Saturday, June 9, 2012

Expungement Versus Pardoning

Through two methods, known as pardoning and expungement, the law's reaction to a person's crimes may be changed. Although the concepts may seem similar to those unfamiliar with the law, pardons and expungement work in significantly different ways. While both of these legal concepts modify a person's criminal history, they differ significantly in how those changes work.

Perhaps the largest and most obvious difference between a pardon and an expungement is how these orders work. A pardon does not remove the crime in question from a person's record. Instead, it can protect them from legal prosecution, drop any penalties for a crime, or modify the sentence. For example, some states include a death penalty, but may have governors that provide pardons to commute these sentences to life imprisonment.

An expungement, on the other hand, removes the record of a crime.
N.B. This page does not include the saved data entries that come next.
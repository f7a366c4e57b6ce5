/**
 * The cross-section model with the gas as small and large bubbles (PHYSICS §8.8): the division of the gas, the
 * lift's sign change separating the classes, the circulation against Riquarts (1981) and the section holdup against
 * Akita & Yoshida (1973) and Hikita et al. (1980), per-class conservation and restart.
 */
import { beforeAll, describe, expect, it } from 'vitest';
import { Packr } from 'msgpackr';
import { defaultCase, upgradeCaseDocument, validateCase, type CaseDocument } from '../../solver/case.js';
import type { Results, Simulation } from '../../solver/types.js';
import { createCrossSectionSimulation, crossSectionParameters, FLUX_RELAXATION_HEIGHT_DIAMETERS } from '../../solver/cross-section/index.js';
import { tomiyamaLiftCoefficient } from '../../solver/closures/lift.js';
import { akitaYoshidaHoldup } from '../../solver/correlations/holdup.js';
import { hikitaHoldup } from '../../solver/correlations/churn.js';
import { riquartsCentrelineVelocityMS } from '../../solver/correlations/circulation.js';
import { derivedNumbers } from '../../solver/derived.js';

const rhoL = 998.2;
const muL = 1.002e-3;
const sigma = 0.0727;

/** The default cross-section case (air–water at 20 °C, small + large bubbles, 5 mm small bubbles, 60 cells). */
function classCase(diameterM: number, ugMS: number): CaseDocument {
	const c = defaultCase('cross-section');
	c.geometry.diameterM = diameterM;
	c.sparging.superficialGasVelocityMS = ugMS;
	c.numerics.endTimeS = 600;
	return c;
}

function runToSteady(c: CaseDocument, maxSteps = 40000): { sim: Simulation; results: Results } {
	const sim = createCrossSectionSimulation(c);
	for (let k = 0; k < maxSteps && sim.state.status === 'running'; k++) sim.step();
	return { sim, results: sim.results() };
}

/** Riquarts (1981), formula from memory (PHYSICS §8.7), for air–water at 20 °C. */
function riquarts(diameterM: number, ugMS: number): number {
	return riquartsCentrelineVelocityMS({ diameterM, superficialGasVelocityMS: ugMS, liquidKinematicViscosityM2S: muL / rhoL });
}

/** The mean of Akita & Yoshida (1973) and Hikita et al. (1980) for air–water at the section's gas density. */
function correlationHoldup(c: CaseDocument): number {
	const col = { diameterM: c.geometry.diameterM, superficialGasVelocityMS: c.sparging.superficialGasVelocityMS, liquidDensityKgM3: rhoL, liquidViscosityPaS: muL, surfaceTensionNM: sigma };
	return (akitaYoshidaHoldup(col) + hikitaHoldup({ ...col, gasDensityKgM3: crossSectionParameters(c).gasDensityKgM3, gasViscosityPaS: 1.81e-5 })) / 2;
}

const points = [
	{ diameterM: 0.3, ugMS: 0.02 },
	{ diameterM: 0.3, ugMS: 0.05 },
	{ diameterM: 0.3, ugMS: 0.1 },
	{ diameterM: 0.3, ugMS: 0.2 },
	{ diameterM: 0.3, ugMS: 0.3 },
	{ diameterM: 1, ugMS: 0.05 },
	{ diameterM: 1, ugMS: 0.1 },
	{ diameterM: 1, ugMS: 0.2 },
	{ diameterM: 1, ugMS: 0.3 }
];
const runs = new Map<string, { c: CaseDocument; sim: Simulation; results: Results }>();
const key = (d: number, u: number) => `${d}/${u}`;
const at = (d: number, u: number) => runs.get(key(d, u))!;

beforeAll(() => {
	for (const p of points) {
		const c = classCase(p.diameterM, p.ugMS);
		runs.set(key(p.diameterM, p.ugMS), { c, ...runToSteady(c) });
	}
});

describe('cross-section model with small and large bubbles', () => {
	it('reaches a steady state at every point, 0.02–0.3 m/s in 0.3 m and 1 m columns', () => {
		for (const p of points) expect(at(p.diameterM, p.ugMS).sim.state.status, key(p.diameterM, p.ugMS)).toBe('converged');
	});

	it('divides the gas as at the sparger of a height profile, and each class carries its share of U_g', () => {
		const { c, results } = at(0.3, 0.2);
		const p = crossSectionParameters(c);
		expect(p.classes.map((k) => k.id)).toEqual(['small', 'large']);
		// Krishna's picture: the small bubbles carry U_trans, the rest rises as large bubbles
		expect(p.classes[0].superficialGasVelocityMS + p.classes[1].superficialGasVelocityMS).toBeCloseTo(0.2, 12);
		expect(p.classes[1].superficialGasVelocityMS).toBeGreaterThan(0.1);
		// the section fluxes ⟨α_k u_g,k⟩ (area averages over the cell volumes r Δr) meet the shares to the steady tolerance
		const f = results.profiles.fields;
		const x = results.profiles.x;
		const dr = 2 * x[0];
		const v = Array.from(x, (r) => r * dr);
		const vs = v.reduce((s, a) => s + a, 0);
		const flux = (a: Float64Array, u: Float64Array) => a.reduce((s, ai, i) => s + ai * u[i] * v[i], 0) / vs;
		expect(Math.abs(flux(f.holdupSmall, f.gasVelocitySmall) / p.classes[0].superficialGasVelocityMS - 1)).toBeLessThan(1e-4);
		expect(Math.abs(flux(f.holdupLarge, f.gasVelocityLarge) / p.classes[1].superficialGasVelocityMS - 1)).toBeLessThan(1e-4);
		// and the holdup is the sum of the classes
		for (let i = 0; i < x.length; i++) expect(f.holdup[i]).toBeCloseTo(f.holdupSmall[i] + f.holdupLarge[i], 14);
	});

	it('below the transition has only small bubbles, wall-peaked by their positive lift (homogeneous flow)', () => {
		const d = at(0.3, 0.02).results.design;
		expect(d.sectionHoldupLarge.value).toBe(0);
		expect(d.peakLocation.label).toBe('Holdup peak: wall-peaked');
	});

	it('separates the classes by the sign of Tomiyama’s lift: small bubbles at the wall, large bubbles in the core', () => {
		// Tomiyama et al. (2002): C_L > 0 for air–water bubbles below about 5.8 mm, −0.27 for Eo_d > 10.7
		const p = crossSectionParameters(at(0.3, 0.1).c);
		const lift = (d: number) => tomiyamaLiftCoefficient({ diameterM: d, reynolds: 1000, liquidDensityKgM3: rhoL, gasDensityKgM3: p.gasDensityKgM3, surfaceTensionNM: sigma });
		expect(lift(p.classes[0].diameterM)).toBeGreaterThan(0);
		expect(lift(p.classes[1].diameterM)).toBe(-0.27);
		for (const pt of points.filter((q) => q.ugMS >= 0.05)) {
			const d = at(pt.diameterM, pt.ugMS).results.design;
			expect(d.peakLocationSmall.label, key(pt.diameterM, pt.ugMS)).toMatch(/wall-peaked/);
			expect(d.peakLocationLarge.label, key(pt.diameterM, pt.ugMS)).toMatch(/core-peaked/);
		}
	});

	it('gives a core-peaked holdup in churn-turbulent flow, with the liquid reversing at r/R 0.6–0.75', () => {
		// measured reversal near r/R ≈ 0.7 (Ueyama & Miyauchi 1979, PHYSICS §7, from memory)
		for (const pt of points.filter((q) => q.ugMS >= 0.1)) {
			const d = at(pt.diameterM, pt.ugMS).results.design;
			expect(d.peakLocation.label, key(pt.diameterM, pt.ugMS)).toBe('Holdup peak: core-peaked');
			expect(d.reversalRadiusRatio.value).toBeGreaterThan(0.6);
			expect(d.reversalRadiusRatio.value).toBeLessThan(0.75);
		}
		// The centreline holdup over the section average: measured profiles α ∝ 1 − (r/R)^m with m ≈ 2 give 2 (Ueyama &
		// Miyauchi 1979, from memory). The model over-peaks the core: 2.8 at 0.3 m/s in the 0.3 m column, because the
		// large bubbles gather on the axis (measured 2.2–2.9 over 0.1–0.3 m/s). The bound keeps that gap from growing.
		const { results } = at(0.3, 0.3);
		const peakRatio = results.profiles.fields.holdup[0] / results.design.sectionHoldup.value;
		expect(peakRatio).toBeGreaterThan(1.5);
		expect(peakRatio).toBeLessThan(3.2);
	});

	it('gives a centreline liquid velocity within ±30 % of Riquarts (1981) in the 0.3 m column at 0.05–0.3 m/s and in the 1 m column at 0.1 m/s', () => {
		// Tolerance: measured centreline velocities scatter about ±30 % round such correlations (common practice), and
		// the formula is from memory. Measured ratios: 0.3 m 0.76, 1.14, 1.11, 1.01; 1 m at 0.1 m/s 1.08.
		const inBand = [...points.filter((q) => q.diameterM === 0.3 && q.ugMS >= 0.05), { diameterM: 1, ugMS: 0.1 }];
		for (const pt of inBand) {
			const ratio = at(pt.diameterM, pt.ugMS).results.design.centrelineLiquidVelocityMS.value / riquarts(pt.diameterM, pt.ugMS);
			expect(Math.abs(ratio - 1), `${key(pt.diameterM, pt.ugMS)}: ${ratio.toFixed(2)}`).toBeLessThan(0.3);
		}
	});

	it('in the 1 m column keeps within the gap it is known to have: too slow at 0.05 m/s, too fast at 0.2–0.3 m/s', () => {
		// Measured ratios to Riquarts (1981): 0.53 at 0.05 m/s (near the transition the wall-peaked small bubbles hold
		// most of the gas), 1.36 and 1.48 at 0.2 and 0.3 m/s (the large bubbles gather on the axis, where the mixing
		// length gives little eddy viscosity). README "Cross-section bubble classes" states the gap; these bounds keep it
		// from growing unseen.
		const ratio = (u: number) => at(1, u).results.design.centrelineLiquidVelocityMS.value / riquarts(1, u);
		expect(ratio(0.05)).toBeGreaterThan(0.45);
		expect(ratio(0.05)).toBeLessThan(0.7);
		for (const u of [0.2, 0.3]) {
			expect(ratio(u)).toBeGreaterThan(1.2);
			expect(ratio(u)).toBeLessThan(1.6);
		}
	});

	it('gives a section holdup within ±30 % of the mean of Akita & Yoshida (1973) and Hikita et al. (1980) in the 0.3 m column, and rising with U_g', () => {
		// measured model ÷ correlations: 0.91 (0.02), 1.04, 0.94, 0.87, 0.85 (0.3 m/s); in the 1 m column 1.05, 0.93,
		// 0.76 and 0.66 at 0.3 m/s, where the fast core liquid carries the core-gathered large bubbles out quickly
		let last = 0;
		for (const pt of points.filter((q) => q.diameterM === 0.3)) {
			const { c, results } = at(pt.diameterM, pt.ugMS);
			const a = results.design.sectionHoldup.value;
			expect(Math.abs(a / correlationHoldup(c) - 1), key(pt.diameterM, pt.ugMS)).toBeLessThan(0.3);
			expect(a).toBeGreaterThan(last);
			last = a;
		}
		const big = at(1, 0.3);
		expect(big.results.design.sectionHoldup.value / correlationHoldup(big.c)).toBeGreaterThan(0.55);
	});

	it('warns in the editor outside the column sizes it is checked in, and fails a runaway on the axis with a diagnosis', () => {
		const warned = (d: number, u: number) => derivedNumbers(classCase(d, u)).warnings.some((w) => w.includes('checked against the centreline velocity of Riquarts'));
		expect(warned(0.3, 0.2)).toBe(false);
		expect(warned(1, 0.2)).toBe(true);
		expect(warned(0.15, 0.3)).toBe(true);
		// below the transition there is only one class and nothing to warn of
		expect(warned(1, 0.02)).toBe(false);
		// one bubble size above the transition (Reilly et al. 1994: about 0.03 m/s for air–water) is warned of, in both
		// models; the issue's own table: 4 mm bubbles 1.7–2.6 times Akita–Yoshida at 0.02–0.06 m/s, failing from 0.08
		const single = (kind: 'cross-section' | 'height-profile', u: number) => {
			const c = kind === 'cross-section' ? classCase(0.3, u) : defaultCase('height-profile');
			c.sparging.superficialGasVelocityMS = u;
			c.bubbles.classes = 'single';
			return derivedNumbers(c).warnings.some((w) => w.startsWith('One bubble size above the regime transition'));
		};
		expect(single('cross-section', 0.2)).toBe(true);
		expect(single('height-profile', 0.1)).toBe(true);
		expect(single('height-profile', 0.02)).toBe(false);
		expect(derivedNumbers(classCase(0.3, 0.2)).warnings.some((w) => w.startsWith('One bubble size'))).toBe(false);
		// 1 m at 0.4 m/s: the large bubbles gather on the axis until the holdup limit; the run fails within seconds
		// of simulated time and says which class holds the gas (measured: large 0.70, small 0.10 at t ≈ 4.5 s)
		const { sim } = runToSteady(classCase(1, 0.4));
		expect(sim.state.status).toBe('failed');
		expect(sim.state.message).toMatch(/^Gas holdup 0\.8\d* in cell 1 of 60 .*small bubbles 0\.\d+, large bubbles 0\.\d+: the large bubbles gather on the axis/);
		expect(sim.state.timeS).toBeLessThan(10);
	});

	it('conserves each class’s gas in the section to round-off: it changes only by the class’s own flux-constraint source', () => {
		const c = classCase(0.3, 0.2);
		const sim = createCrossSectionSimulation(c);
		const H = FLUX_RELAXATION_HEIGHT_DIAMETERS * c.geometry.diameterM;
		const shares = crossSectionParameters(c).classes.map((k) => k.superficialGasVelocityMS);
		let before = sim.snapshot();
		const dr = 2 * before.x[0];
		const v = Array.from(before.x, (r) => r * dr);
		const vs = v.reduce((s, x) => s + x, 0);
		let worst = 0;
		for (let step = 0; step < 300; step++) {
			sim.step();
			const after = sim.snapshot();
			['Small', 'Large'].forEach((id, k) => {
				const a0 = before.fields[`holdup${id}`];
				const u0 = before.fields[`gasVelocity${id}`];
				const q0 = a0.reduce((s, a, i) => s + a * v[i], 0);
				const jg0 = a0.reduce((s, a, i) => s + a * u0[i] * v[i], 0) / vs;
				const q1 = after.fields[`holdup${id}`].reduce((s, a, i) => s + a * v[i], 0);
				const ubar = jg0 / (q0 / vs);
				const expected = (sim.state.dtS * (shares[k] - (ubar * q1) / vs) * vs) / H;
				worst = Math.max(worst, Math.abs(q1 - q0 - expected) / q0);
			});
			before = after;
		}
		expect(worst).toBeLessThan(1e-12);
	});

	it('continues bit-identically from a checkpoint after a msgpackr round trip', () => {
		const c = classCase(0.3, 0.1);
		const a = createCrossSectionSimulation(c);
		for (let k = 0; k < 200; k++) a.step();
		const packr = new Packr({ useRecords: false });
		const cp = packr.unpack(packr.pack(a.checkpoint()));
		const b = createCrossSectionSimulation(c);
		b.restore(cp);
		for (let k = 0; k < 200; k++) {
			a.step();
			b.step();
		}
		const fa = a.snapshot().fields;
		const fb = b.snapshot().fields;
		for (const f of ['holdupSmall', 'holdupLarge', 'gasVelocitySmall', 'gasVelocityLarge', 'liquidVelocity']) expect(Array.from(fb[f])).toEqual(Array.from(fa[f]));
	});

	it('refuses a checkpoint of solver 1.2.0 for two classes, whose cross-sections were computed with one bubble size', () => {
		const c = classCase(0.3, 0.1);
		const a = createCrossSectionSimulation(c);
		a.step();
		const cp = { ...a.checkpoint(), solverVersion: '1.2.0' };
		expect(() => createCrossSectionSimulation(c).restore(cp)).toThrow(/solver 1\.2\.0 cannot continue/);
	});
});

describe('schema version 3: stored cross-sections keep their one bubble size', () => {
	it('upgrades a version-2 cross-section to one class and leaves a version-2 height profile’s classes alone', () => {
		const cross = { ...defaultCase('cross-section'), schemaVersion: 2 };
		const height = { ...defaultCase('height-profile'), schemaVersion: 2 };
		const up = upgradeCaseDocument(cross) as CaseDocument;
		expect(up.schemaVersion).toBe(3);
		expect(up.bubbles.classes).toBe('single');
		expect(cross.bubbles.classes).toBe('small-large');
		const h = validateCase(height);
		expect(h.ok && h.value.bubbles.classes).toBe('small-large');
		expect(h.ok && h.value.schemaVersion).toBe(3);
		// a version-1 document goes through both steps
		const v1 = validateCase({ schemaVersion: 1, kind: 'cross-section' });
		expect(v1.ok && v1.value.bubbles.classes).toBe('single');
		expect(v1.ok && v1.value.bubbles.diameterM).toBe(0.004);
	});
});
All punishments must be served according to the law, and, for most cases, there cannot be pending legal procedures for the convicted individual. In some states, an expungement is used to clear the charge or allegation from a person's record, while the actual verdict of the crime must be vacated, which is a similar process. In many jurisdictions, expungement makes it legal for these convicted individuals to then state that they were not convicted of the crime in question if a prospective employer asks.

To be granted either of these orders, there are different requirements. In particular, pardons are only given by the heads of the state and federal executive branches. This means that governors and the president may pardon people according to their own judgment. Expungement, on the other hand, is a court order, filed under the jurisdiction of the judicial system. These orders, unlike pardons, have strict rules regarding what kinds of records can be expunged.